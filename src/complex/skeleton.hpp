// The operations that the metals, donors and directions of a complex allow.
#pragma once

#include <vector>

#include <Eigen/Core>

#include "complex/assembly.hpp"

namespace irrepwise {

/// A group of operations p -> matrix (p - origin) + origin, each with what it does to the sites.
struct SkeletonGroup {
  Eigen::Vector3d origin = Eigen::Vector3d::Zero();
  std::vector<Eigen::Matrix3d> matrices;  // identity first
  std::vector<std::vector<int>> images;   // [operation][site] -> site
  std::vector<int> products;              // [g * order + h]: g after h

  [[nodiscard]] int order() const { return static_cast<int>(matrices.size()); }
};

/// Ligands stand for their directions only. Where all lies on one line, the infinite group is
/// replaced by the finite one that holds the axes of every ligand, and twice their order so that
/// two ligands can stand staggered.
[[nodiscard]] SkeletonGroup skeleton_group(const Assembly& assembly,
                                           const std::vector<int>& metals);

/// @returns  every subgroup as ascending lists of operations, the largest first
[[nodiscard]] std::vector<std::vector<int>> subgroups_largest_first(const SkeletonGroup& group);

}  // namespace irrepwise
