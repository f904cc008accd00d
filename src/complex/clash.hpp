// Atoms of different ligands that come too near to each other.
#pragma once

#include <string>
#include <vector>

#include "complex/assembly.hpp"

namespace irrepwise {

/// Smallest distances between atoms that are not bonded: hydrogens 1.6 Å from each other and 1.9 Å
/// from other atoms; other atoms the sum of their covalent radii and 0.6 Å. Between a metal and
/// atoms that are not its donors: the sum of the covalent radii; between two metals, 1.5 Å.
/// Common practice: van der Waals contacts in crystals are never nearer by 0.6 Å than this.
inline constexpr double clash_hydrogens_angstrom = 1.6;
inline constexpr double clash_hydrogen_other_angstrom = 1.9;
inline constexpr double clash_beyond_radii_angstrom = 0.6;
inline constexpr double clash_metals_angstrom = 1.5;

/// The pair of atoms nearest to each other in units of the limit.
struct Contact {
  double relative = 0.0;  // distance over limit; below 1 is a clash
  double distance_angstrom = 0.0;
  double limit_angstrom = 0.0;
  double crowding = 0.0;  // how much all pairs lack of 1.3 times their limits: the sum of squares
  std::string first;      // "NH3 on vertex 2"
  std::string second;
};

/// @param metals  atomic numbers of the centres
/// @param poses   one for each site
/// @returns  the nearest contact; a relative distance of infinity where there is no pair
[[nodiscard]] Contact nearest_contact(const Assembly& assembly, const std::vector<int>& metals,
                                      const std::vector<Pose>& poses);

}  // namespace irrepwise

Goal of the exercise ::
The response should consist of every record above, reproduced exactly.

Exercise answer ::
filename src/complex/skeleton.hpp
// The operations that the metals, donors and directions of a complex allow.
#pragma once

#include <vector>

#include <Eigen/Core>

#include "complex/assembly.hpp"

namespace irrepwise {

/// A group of operations p -> matrix (p - origin) + origin, each with what it does to the sites.
struct SkeletonGroup {
  Eigen::Vector3d origin = Eigen::Vector3d::Zero();
  std::vector<Eigen::Matrix3d> matrices;  // identity first
  std::vector<std::vector<int>> images;   // [operation][site] -> site
  std::vector<int> products;              // [g * order + h]: g after h

  [[nodiscard]] int order() const { return static_cast<int>(matrices.size()); }
};

/// Ligands stand for their directions only. Where all lies on one line, the infinite group is
/// replaced by the finite one that holds the axes of every ligand, and twice their order so that
/// two ligands can stand staggered.
[[nodiscard]] SkeletonGroup skeleton_group(const Assembly& assembly,
                                           const std::vector<int>& metals);

/// @returns  every subgroup as ascending lists of operations, the largest first
[[nodiscard]] std::vector<std::vector<int>> subgroups_largest_first(const SkeletonGroup& group);

}  // namespace irrepwise
repository f904cc008accd00d
filename src/complex/clash.hpp
// Atoms of different ligands that come too near to each other.
#pragma once

#include <string>
#include <vector>

#include "complex/assembly.hpp"

namespace irrepwise {

/// Smallest distances between atoms that are not bonded: hydrogens 1.6 Å from each other and 1.9 Å
/// from other atoms; other atoms the sum of their covalent radii and 0.6 Å. Between a metal and
/// atoms that are not its donors: the sum of the covalent radii; between two metals, 1.5 Å.
/// Common practice: van der Waals contacts in crystals are never nearer by 0.6 Å than this.
inline constexpr double clash_hydrogens_angstrom = 1.6;
inline constexpr double clash_hydrogen_other_angstrom = 1.9;
inline constexpr double clash_beyond_radii_angstrom = 0.6;
inline constexpr double clash_metals_angstrom = 1.5;

/// The pair of atoms nearest to each other in units of the limit.
struct Contact {
  double relative = 0.0;  // distance over limit; below 1 is a clash
  double distance_angstrom = 0.0;
  double limit_angstrom = 0.0;
  double crowding = 0.0;  // how much all pairs lack of 1.3 times their limits: the sum of squares
  std::string first;      // "NH3 on vertex 2"
  std::string second;
};

/// @param metals  atomic numbers of the centres
/// @param poses   one for each site
/// @returns  the nearest contact; a relative distance of infinity where there is no pair
[[nodiscard]] Contact nearest_contact(const Assembly& assembly, const std::vector<int>& metals,
                                      const std::vector<Pose>& poses);

}  // namespace irrepwise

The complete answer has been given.